# Just don't know what to think



## TryingToDotheRightThing (Jul 15, 2013)

I've been married for 25 years. For the last year I've been seperated from my husband. He wound up leaving me last year because we had a lot of issues in our marriage. During the seperation I reflected on what I did wrong; wanted to start dating my husband so we could start working on our issues. We dated and things seemed to be working out. About a month later he wound up meeting someone and started texting her and talking to her on the phone. I was livid. I begged him to stop, but he didn't. He said he liked her. About 2 months later he wound up flying to see her and had non stop sex for 3 days. He came back and told me. I was crushed. About a month later he ended the affair. 

During that time we fought so much. I think it was because I felt betrayed and so hurt. Beginning of this year we seemed to make some headway, but every several weeks we would get into huge fights (he would always start them). I pointed out to him these are the things HE needs to fix in our marriage.

A couple of months ago he told me to move on with my life and he is no longer in love with me. Once again, I was very upset.

I've been fighting for him ever since. Trying to convince him things would be different. He would ask, "why are you still in love with me even after all the horrible things I've done to you?" I told him because I felt that we were worth fighting for and was still in love with him.

Then Saturday night, I called him around 12 midnight. No answer. I got into my car and drove to his condo. I found him walking across the parking lot with this blonde haired woman. I parked the car, got out and proceeded to yell at her and told her to stay the eff away from my husband. She had this shocked look on her face; said nothing and walked away. This was the same woman that my husband was telling me about earlier in the day. He said she had the hots for him and he had absolutely zero interest in her. He said she wasn't his type and gossiped too much. After I caught him with her, he then told me that SHE called HIM and asked him out for a drink. They drove together in HIS truck. 

He insisted nothing happened. I'm not sure what to believe; he had an affair once already. I'm so confused 

We talked on Sunday almost the entire day about things. I woke this morning feeling sick about things. I can't get the image of this woman out of my head. Probably because of his affair he had last year - that hit me hard. Now this.

I've been fighting so hard to get my marriage back - I'm just not sure it's worth it now. 

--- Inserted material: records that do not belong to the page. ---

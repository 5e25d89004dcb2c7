package batch

import (
	"io"
	"shearbook/report/figure"
	"slices"
	"strings"
)

// Bounds of what an overview holds of tables of any size.
const (
	mostCodes   = 60  // the codes behind them are not looked at
	mostClasses = 40  // of a code; the classes behind them are counted together
	mostGrids   = 3   // maps by a projected grid
	mostListed  = 50  // rows of a list
	mostSources = 30  // files that are named
	mostIDs     = 100 // kinds of notes that are told apart
	mapCodes    = 4   // codes that have figures
)

// overview is what the summary's pages say: counts, and the rows to look at
// first. It is gathered in passes over the tables, the last of which fills
// the figures, whose frames the first has found.
type overview struct {
	opt *DeriveOptions

	rows, units, failed int
	flagged             int            // units with any flag
	flags               [flagKinds]int // units by flag
	bases               []namedCount   // rows by basis of the velocities
	degrees, grid, none int            // units by position
	codes               []*tally
	lists               [flagKinds]*list
	region              region    // of the points in degrees
	grids               []*region // of those in a grid, by its EPSG code

	notes       []namedCount // by ID
	faults      int
	sources     [][3]string // file, SHA-256 and size of the first
	sourceCount int
	sourceBytes int64

	now struct { // the unit that is being read
		row   Row
		flags Flags
		begun bool
	}
}

// flagKinds is how many flags there are.
const flagKinds = len(FlagWords)

// namedCount is a count with its name, and a text where one belongs to it.
type namedCount struct {
	name, text string
	n          int
}

// countName counts a name.
func countName(counts []namedCount, name, text string) []namedCount {
	for i := range counts {
		if counts[i].name == name {
			counts[i].n++
			return counts
		}
	}
	if len(counts) == mostIDs {
		counts[mostIDs-1].name, counts[mostIDs-1].text = "others", ""
		counts[mostIDs-1].n++
		return counts
	}
	return append(counts, namedCount{strings.Clone(name), strings.Clone(text), 1})
}

// newOverview gathers everything but the figures.
func newOverview(dir string, opt *DeriveOptions) (*overview, error) {
	o := &overview{opt: opt}
	for i := range o.lists {
		o.lists[i] = &list{flag: 1 << i}
	}
	for _, c := range opt.Codes {
		o.codes = append(o.codes, newTally(c.ID, c))
	}
	if err := o.eachRow(dir, o.add); err != nil {
		return nil, err
	}
	o.endUnit()
	for _, t := range o.codes {
		t.fit()
	}
	if err := o.readFaults(dir); err != nil {
		return nil, err
	}
	return o, o.readSources(dir)
}

// eachRow calls f for each row of summary.csv.
func (o *overview) eachRow(dir string, f func(*Row)) error {
	t, in, err := openTable(dir, Summary, Columns)
	if err != nil {
		return err
	}
	defer in.Close()
	each(t, (*parser).row, func(r *Row, wrong error) bool {
		if err = wrong; err == nil {
			f(r)
		}
		return err == nil
	})
	return err
}

// add counts a row.
func (o *overview) add(r *Row) {
	if n := &o.now; !n.begun || r.File != n.row.File || r.Line != n.row.Line || r.Profile != n.row.Profile {
		o.endUnit()
		n.row, n.flags, n.begun = *r, 0, true
	}
	o.now.flags |= r.Flags
	o.rows++
	if r.Basis != "" {
		o.bases = countName(o.bases, r.Basis, "")
	}
	t := o.tally(r.Code)
	t.add(r)
	for i := range o.lists {
		if r.Flags&(1<<i) != 0 {
			o.lists[i].add(r, t)
		}
	}
}

// endUnit counts the unit whose rows have been read.
func (o *overview) endUnit() {
	n := &o.now
	if !n.begun {
		return
	}
	o.units++
	if n.flags&Failed != 0 {
		o.failed++
	}
	if n.flags != 0 {
		o.flagged++
	}
	for i := range o.flags {
		if n.flags&(1<<i) != 0 {
			o.flags[i]++
		}
	}
	switch p := &n.row.Position; {
	case p.Latitude.Known && p.Longitude.Known:
		o.degrees++
		o.region.add(p.Longitude.Value, p.Latitude.Value)
	case p.Easting.Known && p.Northing.Known:
		o.grid++
		if g := o.gridOf(p.EPSG, true); g != nil {
			g.add(p.Easting.Value, p.Northing.Value)
		}
	default:
		o.none++
	}
}

// gridOf returns the region of a grid, made where it is not there and there
// is room for it; nil if there is not.
func (o *overview) gridOf(epsg int, make bool) *region {
	for _, g := range o.grids {
		if g.epsg == epsg {
			return g
		}
	}
	if !make || len(o.grids) == mostGrids {
		return nil
	}
	g := &region{epsg: epsg, grid: true}
	o.grids = append(o.grids, g)
	return g
}

// tally returns the counts of a code.
func (o *overview) tally(id string) *tally {
	for _, t := range o.codes {
		if t.id == id {
			return t
		}
	}
	if len(o.codes) >= mostCodes+len(o.opt.Codes) {
		return o.codes[len(o.codes)-1]
	}
	t := newTally(strings.Clone(id), nil)
	o.codes = append(o.codes, t)
	return t
}

// counted are the codes that rows name.
func (o *overview) counted() []*tally {
	return slices.DeleteFunc(slices.Clone(o.codes), func(t *tally) bool { return t.rows == 0 })
}

// drawn are the codes that have figures.
func (o *overview) drawn() []*tally {
	counted := o.counted()
	return counted[:min(len(counted), mapCodes)]
}

// readFaults counts the notes of faults.csv by ID, and puts the text of the
// first note that raised its flag beside each row of a list.
func (o *overview) readFaults(dir string) error {
	wanted := map[string][]*entry{}
	for _, l := range o.lists {
		for _, e := range l.entries {
			key := e.File + "\x00" + e.Profile
			wanted[key] = append(wanted[key], e)
		}
	}
	t, in, err := openTable(dir, FaultsIn, FaultColumns)
	if err != nil {
		return err
	}
	defer in.Close()
	each(t, (*parser).faultRow, func(f *Fault, wrong error) bool {
		if err = wrong; err != nil {
			return false
		}
		if f.Severity != "note" {
			o.faults++
			return true
		}
		o.notes = countName(o.notes, f.ID, f.Text)
		for _, e := range wanted[f.Place.File+"\x00"+f.Profile] {
			if e.note == "" && flagOf(f.ID)&e.list != 0 && (f.Code == "" || f.Code == e.Code) {
				e.note = f.Text
			}
		}
		return true
	})
	return err
}

// readSources counts the files of sources.csv and keeps the first.
func (o *overview) readSources(dir string) error {
	t, in, err := openTable(dir, Sources, SourceColumns)
	if err != nil {
		return err
	}
	defer in.Close()
	p := parser{table: t, before: make([]string, len(SourceColumns))}
	for {
		cells, err := t.read()
		if err == io.EOF {
			return nil
		}
		if err != nil {
			return err
		}
		p.cells = cells
		o.sourceCount++
		o.sourceBytes += int64(p.whole(2))
		if p.err != nil {
			return p.err
		}
		if len(o.sources) < mostSources {
			o.sources = append(o.sources, [3]string{string(cells[0]), string(cells[1]), string(cells[2])})
		}
	}
}

// draw fills the figures in a pass of its own.
func (o *overview) draw(dir string) error {
	regions := append([]*region{&o.region}, o.grids...)
	for _, t := range o.drawn() {
		for _, g := range regions {
			m, err := t.newMap(g, o.opt, len(o.drawn()) > 1)
			if err != nil {
				return err
			}
			t.maps = append(t.maps, m)
		}
	}
	return o.eachRow(dir, o.place)
}

// newMap is an empty map, nil where no point is. It is
// smaller where there are several, so that two go on a page.
func (t *tally) newMap(g *region, opt *DeriveOptions, several bool) (*figure.Map, error) {
	if g.n == 0 {
		return nil, nil
	}
	m := figure.MapOptions{Grid: g.grid}
	if g.grid || several {
		m.Tall = 0.08
	}
	if opt.US {
		m.Units = figure.US
	}
	for _, c := range t.classes {
		m.Classes = append(m.Classes, c.name)
	}
	return figure.NewMap(g.extent(), m)
}

// place puts a row into the figures of its code.
func (o *overview) place(r *Row) {
	t := o.tally(r.Code)
	t.count(r.Velocity)
	if len(t.maps) == 0 {
		return
	}
	switch p := &r.Position; {
	case p.Latitude.Known && p.Longitude.Known:
		if t.maps[0] != nil {
			t.maps[0].Add(p.Longitude.Value, p.Latitude.Value, t.classOf(r))
		}
	case p.Easting.Known && p.Northing.Known:
		if g := o.gridOf(p.EPSG, false); g != nil {
			t.maps[1+slices.Index(o.grids, g)].Add(p.Easting.Value, p.Northing.Value, t.classOf(r))
		}
	}
}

My husband is going to Florida next month. He is flying out to meet his single buddy. My concern is that he will wind up doing something with someone, although he told me he has no interest in that.

I'm just feeling so confused at this point. I just don't know what to do. 

Any advice would be appreciated.


----------



## Carlchurchill (Jan 23, 2013)

Its interesting how a lot of women like to be abused, in fact some cant get enough!


----------



## mablenc (Feb 26, 2013)

He's cake eating, you do need to move on with your life. It worries me how you were willing to leave middle of the night because he didn't answer his phone.

He's clearly not interested in reconciling if he were he would not be dating or leaving on fun trips with his single friend. Stop trying to control him, this makes you look weak. Work on you. Oh and don't for a minute think this girl is a man eating predator, I'm sure he's been chasing her around. You deserve better!


----------



## TryingToDotheRightThing (Jul 15, 2013)

mablenc said:


> He's cake eating, you do need to move on with your life. It worries me how you were willing to leave middle of the night because he didn't answer his phone.
> 
> He's clearly not interested in reconciling if he were he would not be dating or leaving on fun trips with his single friend. Stop trying to control him, this makes you look weak. Work on you. Oh and don't for a minute think this girl is a man eating predator, I'm sure he's been chasing her around. You deserve better!


I still love him. After all we've been through. I know...that sounds ridiculous to a lot of people, but it's pretty hard throwing out 25 years. It wasn't a perfect marriage. In the beginning he worked nights and I worked days. We were like two ships passing in the night. I think during this time we never REALLY got to know each other. He became jealous because I hung out with our mutual best friend (female) a lot. That was because he was either working or sleeping and if I wanted to go out, he was too tired so I went without him (hey, I was young then - in my early 30's). But I ALWAYS made him dinner and brought it to him where he worked. I took care of his needs; sex was NEVER an issue all through our marriage. It was awesome.


----------



## turnera (Jan 22, 2010)

Warning - big 2x4s coming your way. Don't read if you're easily offended.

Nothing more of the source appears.